(Stored data entries)

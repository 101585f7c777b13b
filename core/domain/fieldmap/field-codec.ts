/**
 * The compact form of a field grid on the wire: Float32 little-endian values and one confidence byte
 * per cell, each base64. Pure (atob/btoa exist in browsers and Node ≥ 16), so the client decodes with
 * the same code the tests check.
 */
import type { FieldGridLike } from "./field-grid";

const CHUNK = 0x8000;

export function bytesToBase64(bytes: Uint8Array): string {
  let s = "";
  for (let i = 0; i < bytes.length; i += CHUNK) s += String.fromCharCode(...bytes.subarray(i, i + CHUNK));
  return btoa(s);
}

export function base64ToBytes(text: string): Uint8Array {
  const s = atob(text);
  const out = new Uint8Array(s.length);
  for (let i = 0; i < s.length; i++) out[i] = s.charCodeAt(i);
  return out;
}

const littleEndian = new Uint8Array(new Uint32Array([1]).buffer)[0] === 1;

/** Float32 values as little-endian bytes (a copy). */
export function float32ToBytes(values: Float32Array): Uint8Array {
  const out = new Uint8Array(values.length * 4);
  if (littleEndian) {
    out.set(new Uint8Array(values.buffer, values.byteOffset, values.byteLength));
  } else {
    const view = new DataView(out.buffer);
    for (let i = 0; i < values.length; i++) view.setFloat32(i * 4, values[i], true);
  }
  return out;
}

export function bytesToFloat32(bytes: Uint8Array): Float32Array {
  if (bytes.length % 4 !== 0)
    throw new RangeError(`values: ${bytes.length} bytes is not a whole number of Float32 cells`);
  const out = new Float32Array(bytes.length / 4);
  const view = new DataView(bytes.buffer, bytes.byteOffset, bytes.byteLength);
  for (let i = 0; i < out.length; i++) out[i] = view.getFloat32(i * 4, true);
  return out;
}

export function quantiseConfidence(confidence: Float32Array): Uint8Array {
  const out = new Uint8Array(confidence.length);
  for (let i = 0; i < confidence.length; i++) {
    const c = confidence[i];
    out[i] = c >= 1 ? 255 : c > 0 ? Math.round(c * 255) : 0;
  }
  return out;
}

export function dequantiseConfidence(bytes: Uint8Array): Float32Array {
  const out = new Float32Array(bytes.length);
  for (let i = 0; i < bytes.length; i++) out[i] = bytes[i] / 255;
  return out;
}

export interface EncodedGrid {
  width: number;
  height: number;
  cellSize: number;
  values: string;
  confidence: string;
}

export function encodeField(grid: FieldGridLike): EncodedGrid {
  return {
    width: grid.width,
    height: grid.height,
    cellSize: grid.cellSize,
    values: bytesToBase64(float32ToBytes(grid.values)),
    confidence: bytesToBase64(quantiseConfidence(grid.confidence)),
  };
}

export function decodeField(e: EncodedGrid): FieldGridLike {
  const values = bytesToFloat32(base64ToBytes(e.values));
  const confidence = dequantiseConfidence(base64ToBytes(e.confidence));
  const cells = e.width * e.height;
  if (values.length !== cells) throw new RangeError(`field.values: expected ${cells} cells, got ${values.length}`);
  if (confidence.length !== cells)
    throw new RangeError(`field.confidence: expected ${cells} cells, got ${confidence.length}`);
  return { width: e.width, height: e.height, cellSize: e.cellSize, values, confidence };
}
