/**
 * The colour arithmetic the field-map ramps are checked with. Pure functions on 8-bit sRGB triples.
 * Sources: IEC 61966-2-1:1999 (sRGB transfer curve and the sRGB → XYZ matrix for D65),
 * CIE 15:2004 / CIE 1976 L*a*b* (lightness and the ΔE*ab distance),
 * Machado, Oliveira & Fernandes 2009, "A Physiologically-based Model for Simulation of Color Vision
 * Deficiency", IEEE TVCG 15(6) 1291–1298 (the severity-1.0 deuteranomaly matrix, applied to linear RGB).
 */
export type Rgb = readonly [number, number, number];

/** IEC 61966-2-1: the sRGB decoding curve, 8-bit value → linear 0..1. */
export function srgbToLinear(v8: number): number {
  const v = v8 / 255;
  return v <= 0.04045 ? v / 12.92 : ((v + 0.055) / 1.055) ** 2.4;
}

export function linearToSrgb(v: number): number {
  const c = Math.min(1, Math.max(0, v));
  const s = c <= 0.0031308 ? 12.92 * c : 1.055 * c ** (1 / 2.4) - 0.055;
  return Math.round(s * 255);
}

/** IEC 61966-2-1 matrix, linear sRGB → CIE XYZ (D65, Y of white = 1). */
export function rgbToXyz([r, g, b]: Rgb): [number, number, number] {
  const R = srgbToLinear(r);
  const G = srgbToLinear(g);
  const B = srgbToLinear(b);
  return [
    0.4124 * R + 0.3576 * G + 0.1805 * B,
    0.2126 * R + 0.7152 * G + 0.0722 * B,
    0.0193 * R + 0.1192 * G + 0.9505 * B,
  ];
}

// CIE 1976: f(t) = t^(1/3) above (6/29)^3, else t/(3(6/29)^2) + 4/29.
const EPS = (6 / 29) ** 3;
const f = (t: number) => (t > EPS ? Math.cbrt(t) : t / (3 * (6 / 29) ** 2) + 4 / 29);
// D65 reference white (CIE 15:2004), Y normalised to 1.
const WHITE = [0.95047, 1, 1.08883] as const;

/** CIE 1976 L*a*b* of an sRGB colour under D65. */
export function rgbToLab(rgb: Rgb): [number, number, number] {
  const [x, y, z] = rgbToXyz(rgb);
  const fx = f(x / WHITE[0]);
  const fy = f(y / WHITE[1]);
  const fz = f(z / WHITE[2]);
  return [116 * fy - 16, 500 * (fx - fy), 200 * (fy - fz)];
}

/** CIE 1976 lightness L* (0 black … 100 white). */
export function lightness(rgb: Rgb): number {
  return rgbToLab(rgb)[0];
}

/** ΔE*ab (CIE 1976): Euclidean distance in L*a*b*. */
export function deltaE76(a: Rgb, b: Rgb): number {
  const [l1, a1, b1] = rgbToLab(a);
  const [l2, a2, b2] = rgbToLab(b);
  return Math.hypot(l1 - l2, a1 - a2, b1 - b2);
}

// Machado, Oliveira & Fernandes 2009, Table 1 (deuteranomaly, severity 1.0 = deuteranopia).
const DEUTERANOPIA = [
  [0.367322, 0.860646, -0.227968],
  [0.280085, 0.672501, 0.047413],
  [-0.01182, 0.04294, 0.968881],
] as const;

/** How a colour looks to a deuteranope (Machado et al. 2009, on linear RGB). */
export function simulateDeuteranopia(rgb: Rgb): [number, number, number] {
  const lin = rgb.map(srgbToLinear);
  const out = DEUTERANOPIA.map((row) => row[0] * lin[0] + row[1] * lin[1] + row[2] * lin[2]);
  return [linearToSrgb(out[0]), linearToSrgb(out[1]), linearToSrgb(out[2])];
}

const fInv = (t: number) => (t > 6 / 29 ? t ** 3 : 3 * (6 / 29) ** 2 * (t - 4 / 29));

/** CIE L*a*b* (D65) → 8-bit sRGB, clamped to the gamut. */
export function labToRgb(l: number, a: number, b: number): [number, number, number] {
  const fy = (l + 16) / 116;
  const x = WHITE[0] * fInv(fy + a / 500);
  const y = WHITE[1] * fInv(fy);
  const z = WHITE[2] * fInv(fy - b / 200);
  // Inverse of the IEC 61966-2-1 matrix.
  const R = 3.2406 * x - 1.5372 * y - 0.4986 * z;
  const G = -0.9689 * x + 1.8758 * y + 0.0415 * z;
  const B = 0.0557 * x - 0.204 * y + 1.057 * z;
  return [linearToSrgb(R), linearToSrgb(G), linearToSrgb(B)];
}

/** Is this L*a*b* colour inside the sRGB gamut (before clamping)? */
export function labInGamut(l: number, a: number, b: number): boolean {
  const fy = (l + 16) / 116;
  const x = WHITE[0] * fInv(fy + a / 500);
  const y = WHITE[1] * fInv(fy);
  const z = WHITE[2] * fInv(fy - b / 200);
  const lin = [
    3.2406 * x - 1.5372 * y - 0.4986 * z,
    -0.9689 * x + 1.8758 * y + 0.0415 * z,
    0.0557 * x - 0.204 * y + 1.057 * z,
  ];
  return lin.every((v) => v >= -0.002 && v <= 1.002);
}

const hex2 = (v: number) => v.toString(16).padStart(2, "0");
export function rgbToHex([r, g, b]: Rgb): string {
  return `#${hex2(r)}${hex2(g)}${hex2(b)}`;
}

/** Parses d3-interpolate's "rgb(r, g, b)" output (and #rrggbb). */
export function parseRgb(text: string): [number, number, number] {
  const m = /^rgb\((\d+),\s*(\d+),\s*(\d+)\)$/.exec(text);
  if (m) return [Number(m[1]), Number(m[2]), Number(m[3])];
  const h = /^#([0-9a-f]{2})([0-9a-f]{2})([0-9a-f]{2})$/i.exec(text);
  if (h) return [parseInt(h[1], 16), parseInt(h[2], 16), parseInt(h[3], 16)];
  throw new Error(`not an rgb colour: ${text}`);
}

:: Description of the task ::
Copy out exactly the lines that run from the one holding "return [linearToSrgb(R), linearToSrgb(G), linearToSrgb(B)];" through the end of the data above.

:: Solution to the problem ::
  return [linearToSrgb(R), linearToSrgb(G), linearToSrgb(B)];
}

/** Is this L*a*b* colour inside the sRGB gamut (before clamping)? */
export function labInGamut(l: number, a: number, b: number): boolean {
  const fy = (l + 16) / 116;
  const x = WHITE[0] * fInv(fy + a / 500);
  const y = WHITE[1] * fInv(fy);
  const z = WHITE[2] * fInv(fy - b / 200);
  const lin = [
    3.2406 * x - 1.5372 * y - 0.4986 * z,
    -0.9689 * x + 1.8758 * y + 0.0415 * z,
    0.0557 * x - 0.204 * y + 1.057 * z,
  ];
  return lin.every((v) => v >= -0.002 && v <= 1.002);
}

const hex2 = (v: number) => v.toString(16).padStart(2, "0");
export function rgbToHex([r, g, b]: Rgb): string {
  return `#${hex2(r)}${hex2(g)}${hex2(b)}`;
}

/** Parses d3-interpolate's "rgb(r, g, b)" output (and #rrggbb). */
export function parseRgb(text: string): [number, number, number] {
  const m = /^rgb\((\d+),\s*(\d+),\s*(\d+)\)$/.exec(text);
  if (m) return [Number(m[1]), Number(m[2]), Number(m[3])];
  const h = /^#([0-9a-f]{2})([0-9a-f]{2})([0-9a-f]{2})$/i.exec(text);
  if (h) return [parseInt(h[1], 16), parseInt(h[2], 16), parseInt(h[3], 16)];
  throw new Error(`not an rgb colour: ${text}`);
}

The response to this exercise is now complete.